Литмир - Электронная Библиотека
Содержание  
A
A

Не дождавшись затрещины или грозной отповеди, человечек осмелел, расправил плечики и выпятил тощую грудь:

— Адвокаты, нотариусы, судии земные — все сплошь Тьмы служители для глумления над честными людьми Мун посланные.

В отдельных случаях с ним можно было согласиться.

— Души у них черные, как и у островитян черномордых. Хуже только оборотни, твари богомерзкие, блудницами человеческими от семени волчьего рожденные!

Всему есть предел, и крысеныш завизжал, когда мои пальцы сомкнулись на его шее.

— Заканчивали бы вы проповеди, милейший, — прорычал я ему в лицо, не скрывая удлинившихся клыков.

— Что вы себе позволяете, юноша? — заверещала жирная старуха.

Рыженькая молчала. Как мне показалось, она не возражала бы, если бы я придушил и ее соседку. Но убивать кого-либо не входило в мои планы, и я выпустил вяло трепыхавшееся тельце мгновенно вжавшегося в угол человека, дав себе зарок сойти на первой же стоянке.
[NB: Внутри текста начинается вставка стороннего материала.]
import { existsSync } from 'node:fs';
import { setTimeout as sleep } from 'node:timers/promises';
import { fileURLToPath } from 'node:url';
import { describe, expect, it } from 'vitest';
import { estimateCovariance } from '../../../shared-core/estimators/registry.js';
import { crossProduct } from '../../../shared-core/linalg/cross-product.js';
import { createSecondThread } from '../../../src-main/compute/second-thread.js';
import {
  createTwoThreadCrossProduct,
  MIN_WORK,
  MIN_WORK_READY,
} from '../../../src-main/compute/two-thread-cross-product.js';
import { computeThreadScript, seededReturns } from './seeded.js';

/**
 * The command line's two-thread X'X (a worker thread computes the last rows with the core's
 * kernel) gives the single-thread numbers bit for bit. The worker runs from the build that
 * `npm test` makes first (dist/), as it does for `holdfast`.
 */
const script = computeThreadScript;
const returns = (t: number, n: number) => seededReturns(t, n, 7);

describe('X’X on two threads (src-main/compute)', () => {
  it.runIf(existsSync(fileURLToPath(script)))(
    'the worker computes row panels and the matrix equals the one-thread kernel exactly; so does a Ledoit-Wolf estimate',
    async () => {
      const thread = createSecondThread(script);
      thread.start();
      for (let k = 0; k < 400 && !thread.ready(); k++) await sleep(10);
      const two = createTwoThreadCrossProduct({ thread, minWork: 0 });
      // The two threads share the panels as they come: one that has not woken yet takes none, so
      // a loaded machine may need more than one pass before the worker has taken some.
      for (let pass = 0; pass < 10 && two.stats.rowsByWorker === 0; pass++)
        for (const [t, n] of [
          [300, 37],
          [1260, 200],
        ]) {
          const x = returns(t, n);
          const a = two.crossProduct(x);
          expect(Array.from(a.data)).toEqual(Array.from(crossProduct(x).data));
          const viaTwo = estimateCovariance(
            x,
            { method: 'ledoit-wolf' },
            { frequency: 'daily', crossProduct: two.crossProduct },
          );
          const viaOne = estimateCovariance(x, { method: 'ledoit-wolf' }, { frequency: 'daily' });
          expect(Array.from(viaTwo.covariance.data)).toEqual(Array.from(viaOne.covariance.data));
          expect(viaTwo.diagnostics.shrinkage).toBe(viaOne.diagnostics.shrinkage);
        }
      expect(two.stats.rowsByWorker).toBeGreaterThan(0);
    },
  );

  it.runIf(existsSync(fileURLToPath(script)))(
    'a thread started ahead reports ready from shared memory, and then takes jobs above MIN_WORK_READY only',
    async () => {
      const thread = createSecondThread(script);
      expect(thread.ready()).toBe(false);
      thread.start();
      // Polled without awaiting its 'online' event, as a synchronous caller would see it.
      for (let k = 0; k < 400 && !thread.ready(); k++) await sleep(10);
      expect(thread.ready()).toBe(true);
      const two = createTwoThreadCrossProduct({ thread });
      const [t, n] = [1260, 200]; // N(N+1)/2 T = 25.3 million multiply-adds
      expect((n * (n + 1) * t) / 2).toBeGreaterThan(MIN_WORK_READY);
      expect((n * (n + 1) * t) / 2).toBeLessThan(MIN_WORK);
      const x = returns(t, n);
      // Panels are shared as they come: on a loaded machine the worker may wake too late for one pass.
      for (let pass = 0; pass < 10 && two.stats.rowsByWorker === 0; pass++)
        expect(Array.from(two.crossProduct(x).data)).toEqual(Array.from(crossProduct(x).data));
      expect(two.stats.rowsByWorker).toBeGreaterThan(0);
      const before = two.stats.rowsByWorker;
      two.crossProduct(returns(100, 40)); // below MIN_WORK_READY: all on the calling thread
      expect(two.stats.rowsByWorker).toBe(before);
    },
  );

  it('without the compiled worker script it computes every row itself', () => {
    const alone = createTwoThreadCrossProduct({ script: new URL('file:///nonexistent/thread.js'), minWork: 0 });
    const x = returns(50, 9);
    expect(Array.from(alone.crossProduct(x).data)).toEqual(Array.from(crossProduct(x).data));
    expect(alone.stats.rowsByWorker).toBe(0);
  });
});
Воцарившееся вслед за этой сценой молчание нарушал только скрип рессор, редкие окрики кучера и храп моего соседа слева, не проснувшегося даже от визга толстой дуры. Крысеныш забился в угол, отгородившись портфельчиком, старушенция открыла коробку с рукоделием и копалась теперь в спутавшейся пряже, время от времени бросая на меня сердитые взгляды, а ее молоденькая соседка отвернулась к окошку, старательно изображая, что любуется тянувшимися вдоль дороги полями. Мне вдруг подумалось, что этот дилижанс — уменьшенная копия Вестолии. Аристократы и простолюдины, недовольные и равнодушные, люди и метаморфы. На козлах восседает ее величество Элма и правит лошадками-парламентом: порой отпускает поводья, но, если тем вдруг взбредет повернуть не туда, берется за кнут. Так и едем. Фанатики-человеколюбцы жмутся по углам, как наш крысеныш, но час от часу выбираются, показывают зубки: расклеивают по городам листовки с призывами изничтожить «волчье семя», пишут в бульварные газетенки мерзкие клеветнические статьи о кровавых обычаях оборотней, о каких-то загрызенных девственницах и сожранных младенцах. Когда крысы сбиваются в стаи, их деятельность уже не ограничивается бумагомарательством. Тогда они устраивают погромы, сжигают дома, убивают. Волк сильнее крысы, но если волк один, а крыс много…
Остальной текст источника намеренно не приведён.